→ Exercise
When you reach the line with "latency mean %g" in the data below, begin printing lines exactly, and stop once the line with "if inOrder &&" has been printed.

Extracted material Start Marker

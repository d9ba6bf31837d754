package sim

import (
	"bytes"
	"math"
	"sort"
	"testing"

	"gonum.org/v1/gonum/spatial/r3"
	"gonum.org/v1/gonum/stat"
)

// A long run with every random sensor effect on. Two still hands for 600 s
// at 100 Hz: 2 × 60 001 frames.
const longRun = `
scenario: long
duration: 600s
sensor:
  rate: 100
  noise: 0.003
  latency: 30ms
  jitter: 6ms
  in_order: false
  dropout: {fraction: 0.05, gap: 40ms}
  outliers: {rate: 0.002, size: 0.5}
operators:
  - name: op1
    at: [0, 0]
    timeline:
      - pause: 1s
`

// Measured sensor statistics against the configured values. Every
// tolerance is four standard errors of the estimate for the sample size
// at hand (computed below, not hard-coded), so a correct simulator fails
// a check with probability about 6e-5; the seed is fixed, so the test is
// deterministic either way.
func TestSensorStatistics(t *testing.T) {
	sc := load(t, longRun)
	s := sc.Sensor
	r := sc.Run(12345)

	var noise, lat []float64
	frames := map[string][]float64{} // delivered source times per track
	var n, outliers int
	for {
		m, ok := r.Next()
		if !ok {
			break
		}
		n++
		frames[m.Track] = append(frames[m.Track], m.T)
		lat = append(lat, m.Arrival-m.T)
		if m.Outlier {
			outliers++
			if d := r3.Norm(r3.Sub(m.P, m.Truth)); math.Abs(d-s.OutlierSize) > 1e-9 {
				t.Errorf("outlier %g m from the truth, want %g", d, s.OutlierSize)
			}
			continue
		}
		noise = append(noise, m.P.X-m.Truth.X, m.P.Y-m.Truth.Y, m.P.Z-m.Truth.Z)
	}
	_, c := r.Counts()
	if c.Delivered != n || c.Outliers != outliers {
		t.Fatalf("counts %+v disagree with the stream (%d samples, %d outliers)", c, n, outliers)
	}
	N := float64(c.Frames)
	if c.Frames != 2*60001 {
		t.Fatalf("%d frames, want 2 × 60001", c.Frames)
	}

	// Noise: sample standard deviation of ~3.4e5 values; SE(s) ≈ σ/√(2n).
	sd := stat.StdDev(noise, nil)
	if tol := 4 * s.Noise / math.Sqrt(2*float64(len(noise))); math.Abs(sd-s.Noise) > tol {
		t.Errorf("noise s.d. %.6g m, want %g ± %.2g", sd, s.Noise, tol)
	} else {
		t.Logf("noise s.d. %.6g m (configured %g, tolerance ±%.2g, n = %d)", sd, s.Noise, tol, len(noise))
	}
	if mean, tol := stat.Mean(noise, nil), 4*s.Noise/math.Sqrt(float64(len(noise))); math.Abs(mean) > tol {
		t.Errorf("noise mean %.3g m, want 0 ± %.2g", mean, tol)
	}

	// Dropouts: the loss indicator is a two-state Markov chain with
	// p = f·q/(1−f), q = 1/(mean gap in frames); its lag-1 correlation
	// λ = 1 − p − q inflates the variance of the mean by (1+λ)/(1−λ).
	f := s.DropFraction
	q := 1 / (s.DropGap * s.Rate)
	p := f * q / (1 - f)
	lam := 1 - p - q
	measured := float64(c.Dropped) / N
	if tol := 4 * math.Sqrt(f*(1-f)/N*(1+lam)/(1-lam)); math.Abs(measured-f) > tol {
		t.Errorf("dropout fraction %.5f, want %g ± %.2g", measured, f, tol)
	} else {
		t.Logf("dropout fraction %.5f (configured %g, tolerance ±%.2g)", measured, f, tol)
	}
	// Gap lengths are geometric with mean 1/q frames and s.d. √(1−q)/q.
	var gaps []float64
	for _, ts := range frames {
		sort.Float64s(ts) // the stream is in arrival order
		for i := 1; i < len(ts); i++ {
			if k := math.Round((ts[i] - ts[i-1]) * s.Rate); k > 1 {
				gaps = append(gaps, k-1)
			}
		}
	}
	meanGap := stat.Mean(gaps, nil)
	if tol := 4 * math.Sqrt(1-q) / q / math.Sqrt(float64(len(gaps))); math.Abs(meanGap-1/q) > tol {
		t.Errorf("mean gap %.3f frames, want %g ± %.2g (%d gaps)", meanGap, 1/q, tol, len(gaps))
	} else {
		t.Logf("mean gap %.3f frames (configured %g, tolerance ±%.2g, %d gaps)", meanGap, 1/q, tol, len(gaps))
	}

	// Latency: mean and s.d. of the delays; SE(mean) = σ/√n,
	// SE(s.d.) ≈ σ/√(2n). At 5 standard deviations from zero the cut at
	// zero changes nothing measurable.
	lm, ls := stat.MeanStdDev(lat, nil)
	nl := float64(len(lat))
	if tol := 4 * s.Jitter / math.Sqrt(nl); math.Abs(lm-s.Latency) > tol {
		t.Errorf("latency mean %.6g s, want %g ± %.2g", lm, s.Latency, tol)
	} else {
		t.Logf("latency mean %.6g s (configured %g, tolerance ±%.2g)", lm, s.Latency, tol)
	}
	if tol := 4 * s.Jitter / math.Sqrt(2*nl); math.Abs(ls-s.Jitter) > tol {
		t.Errorf("latency s.d. %.6g s, want %g ± %.2g", ls, s.Jitter, tol)
	} else {
		t.Logf("jitter %.6g s (configured %g, tolerance ±%.2g)", ls, s.Jitter, tol)
	}
	if math.Abs(c.LatencySum/float64(c.Delivered)-lm) > 1e-12 {
		t.Errorf("Counts latency mean %g disagrees with the stream's %g", c.LatencySum/float64(c.Delivered), lm)
	}

	// Outliers: binomial proportion among delivered samples.
	ro := float64(outliers) / float64(n)
	if tol := 4 * math.Sqrt(s.OutlierRate*(1-s.OutlierRate)/float64(n)); math.Abs(ro-s.OutlierRate) > tol {
		t.Errorf("outlier rate %.5f, want %g ± %.2g", ro, s.OutlierRate, tol)
	} else {
		t.Logf("outlier rate %.5f (configured %g, tolerance ±%.2g)", ro, s.OutlierRate, tol)
	}
}

// The stream is in arrival order; with in_order each track's samples also
// arrive in source order, even when jitter exceeds the frame period, and
// no sample arrives before its source time.
func TestArrivalOrder(t *testing.T) {
	for _, inOrder := range []bool{true, false} {
		sc := load(t, longRun)
		sc.Duration = 20
		sc.Sensor.Jitter = 0.015 // 1.5 frame periods
		sc.Sensor.InOrder = inOrder
		r := sc.Run(7)
		last := map[string]float64{}
		prevArrival := math.Inf(-1)
		overtaken := 0
		for {
			m, ok := r.Next()
			if !ok {
				break
			}
			if m.Arrival < prevArrival {
				t.Fatalf("in_order %v: arrival %g after %g", inOrder, m.Arrival, prevArrival)
			}
			if m.Arrival < m.T {
				t.Fatalf("arrival %g before source time %g", m.Arrival, m.T)
			}
			prevArrival = m.Arrival
			if lt, seen := last[m.Track]; seen && m.T <= lt {
				overtaken++
			}
			last[m.Track] = math.Max(last[m.Track], m.T)
		}
		if inOrder && overtaken > 0 {
			t.Errorf("in_order: %d samples arrived after a later one of their track", overtaken)
		}
		if !inOrder && overtaken == 0 {
			t.Errorf("without in_order and with 15 ms jitter at 100 Hz, no sample was overtaken")
		}
	}
}

// The same seed gives byte-identical output; another seed does not; run i
// of a series is the same whether or not runs 0 … i−1 were made first.
func TestReproducible(t *testing.T) {
	sc := loadFile(t, "demo.yaml")
	sc.Sensor.DropFraction, sc.Sensor.DropGap = 0.02, 0.05
	sc.Sensor.OutlierRate, sc.Sensor.OutlierSize = 0.01, 0.3
	record := func(r *Run) []byte {
		var b bytes.Buffer
		w := NewCSVWriter(&b)
		for {
			m, ok := r.Next()
			if !ok {
				break
			}
			if err := w.Write(&m); err != nil {
				t.Fatal(err)
			}
		}
		if err := w.Flush(); err != nil {
			t.Fatal(err)
		}
		return b.Bytes()
	}
	a, b := record(sc.Run(42)), record(sc.Run(42))
	if !bytes.Equal(a, b) {
		t.Fatal("seed 42 twice: outputs differ")
	}
	if len(a) < 100_000 {
		t.Fatalf("only %d bytes of output", len(a))
	}
	if c := record(sc.Run(43)); bytes.Equal(a, c) {
		t.Error("seeds 42 and 43 give the same output")
	}
	if c := record(sc.RunN(42, 1)); bytes.Equal(a, c) {
		t.Error("runs 0 and 1 of seed 42 give the same output")
	}
	sc2 := loadFile(t, "demo.yaml")
	sc2.Sensor = sc.Sensor
	if !bytes.Equal(record(sc.RunN(42, 3)), record(sc2.RunN(42, 3))) {
		t.Error("run 3 of seed 42 differs between two loads of the scenario")
	}
}

// Randomised ranges are drawn per run, within their bounds, and the same
// (seed, index) gives the same draws.
func TestRandomisation(t *testing.T) {
	sc := load(t, `
stations:
  - {name: infeed, at: [1.4, 3.9, 0.95]}
operators:
  - name: op1
    at: [1.0, 3.7]
    heading: 90
    timeline:
      - at: [0.5s, 1.5s]
        reach: {hand: right, spread: [0.1, 0.05, 0], to: infeed, duration: [400ms, 800ms]}   # spread before to
`)
	seen, spreadX := map[float64]bool{}, map[float64]bool{}
	for i := range 50 {
		a := sc.RunN(9, i).Actions()[0]
		if a.Start < 0.5 || a.Start > 1.5 {
			t.Errorf("run %d: start %g outside [0.5, 1.5]", i, a.Start)
		}
		if d := a.End - a.Start; d < 0.4 || d > 0.8 {
			t.Errorf("run %d: duration %g outside [0.4, 0.8]", i, d)
		}
		if math.Abs(a.To.X-1.4) > 0.1 || math.Abs(a.To.Y-3.9) > 0.05 || a.To.Z != 0.95 {
			t.Errorf("run %d: target %v outside the spread", i, a.To)
		}
		seen[a.Start] = true
		spreadX[a.To.X] = true
		if b := sc.RunN(9, i).Actions()[0]; b != a {
			t.Errorf("run %d drawn twice: %+v then %+v", i, a, b)
		}
	}
	if len(seen) < 50 || len(spreadX) < 50 {
		t.Errorf("50 runs gave only %d distinct start times and %d distinct targets", len(seen), len(spreadX))
	}
}

// Planted losses and occluders remove exactly the frames they cover.
func TestLossAndOcclusion(t *testing.T) {
	sc := load(t, `
tremor: {rms: 0}
sensor:
  rate: 100
  latency: 0s
  jitter: 0s
  occluders:
    - name: stack
      box: {min: [0.9, -1, 0], max: [2, 1, 2]}
  losses:
    - {track: op1/left, at: 1s, duration: 500ms}
operators:
  - name: op1
    at: [0, 0]
    heading: 0
    hands:
      - {name: left, rest: [0.3, 0.2, 1.0]}
      - {name: right, rest: [0.3, -0.2, 1.0]}
    timeline:
      - at: 2s
        reach: {hand: right, to: [1.5, -0.2, 1.0], duration: 1s}   # inside the stack from the crossing of x = 0.9
      - reach: {hand: right, to: rest, duration: 1s}
`)
	r := sc.Run(1)
	got := map[string]map[int]bool{"op1/left": {}, "op1/right": {}}
	for {
		m, ok := r.Next()
		if !ok {
			break
		}
		got[m.Track][int(math.Round(m.T*100))] = true
	}
	// The left hand: frames 100 … 149 lost, all others delivered.
	for k := 0; k < r.Frames(); k++ {
		if want := k < 100 || k >= 150; got["op1/left"][k] != want {
			t.Errorf("left hand frame %d delivered %v, want %v", k, got["op1/left"][k], want)
		}
	}
	// The right hand: hidden exactly while its true x >= 0.9. Minimum-jerk
	// progress s(τ) = 0.5 at τ = 0.5, so x = 0.3 + 1.2·s crosses 0.9 at
	// t = 2.5 on the way in and, by symmetry, at t = 3.5 on the way out.
	hidden := 0
	for k := 0; k < r.Frames(); k++ {
		tt := float64(k) / 100
		p, _ := r.Position("op1/right", tt)
		if want := p.X < 0.9; got["op1/right"][k] != want {
			t.Errorf("right hand frame %d (x = %.4f) delivered %v, want %v", k, p.X, got["op1/right"][k], want)
		}
		if p.X >= 0.9 {
			hidden++
			if k < 250 || k > 350 {
				t.Errorf("right hand inside the stack at frame %d, outside [2.5 s, 3.5 s]", k)
			}
		}
	}
	_, c := r.Counts()
	if c.Lost != 50 {
		t.Errorf("%d frames lost, want 50", c.Lost)
	}
	// frames 251 … 349 for certain, 250 and 350 within rounding of x = 0.9
	if c.Occluded != hidden || hidden < 99 || hidden > 101 {
		t.Errorf("%d frames occluded, %d with the hand inside; want 99 to 101", c.Occluded, hidden)
	}
	if ws := r.Losses(); len(ws) != 1 || ws[0] != (LossWindow{"op1/left", 1, 1.5}) {
		t.Errorf("losses %+v, want one of op1/left over [1, 1.5)", ws)
	}
}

Extracted material End Marker

→ Solved problem
		t.Errorf("Counts latency mean %g disagrees with the stream's %g", c.LatencySum/float64(c.Delivered), lm)
	}

	// Outliers: binomial proportion among delivered samples.
	ro := float64(outliers) / float64(n)
	if tol := 4 * math.Sqrt(s.OutlierRate*(1-s.OutlierRate)/float64(n)); math.Abs(ro-s.OutlierRate) > tol {
		t.Errorf("outlier rate %.5f, want %g ± %.2g", ro, s.OutlierRate, tol)
	} else {
		t.Logf("outlier rate %.5f (configured %g, tolerance ±%.2g)", ro, s.OutlierRate, tol)
	}
}

// The stream is in arrival order; with in_order each track's samples also
// arrive in source order, even when jitter exceeds the frame period, and
// no sample arrives before its source time.
func TestArrivalOrder(t *testing.T) {
	for _, inOrder := range []bool{true, false} {
		sc := load(t, longRun)
		sc.Duration = 20
		sc.Sensor.Jitter = 0.015 // 1.5 frame periods
		sc.Sensor.InOrder = inOrder
		r := sc.Run(7)
		last := map[string]float64{}
		prevArrival := math.Inf(-1)
		overtaken := 0
		for {
			m, ok := r.Next()
			if !ok {
				break
			}
			if m.Arrival < prevArrival {
				t.Fatalf("in_order %v: arrival %g after %g", inOrder, m.Arrival, prevArrival)
			}
			if m.Arrival < m.T {
				t.Fatalf("arrival %g before source time %g", m.Arrival, m.T)
			}
			prevArrival = m.Arrival
			if lt, seen := last[m.Track]; seen && m.T <= lt {
				overtaken++
			}
			last[m.Track] = math.Max(last[m.Track], m.T)
		}
		if inOrder && overtaken > 0 {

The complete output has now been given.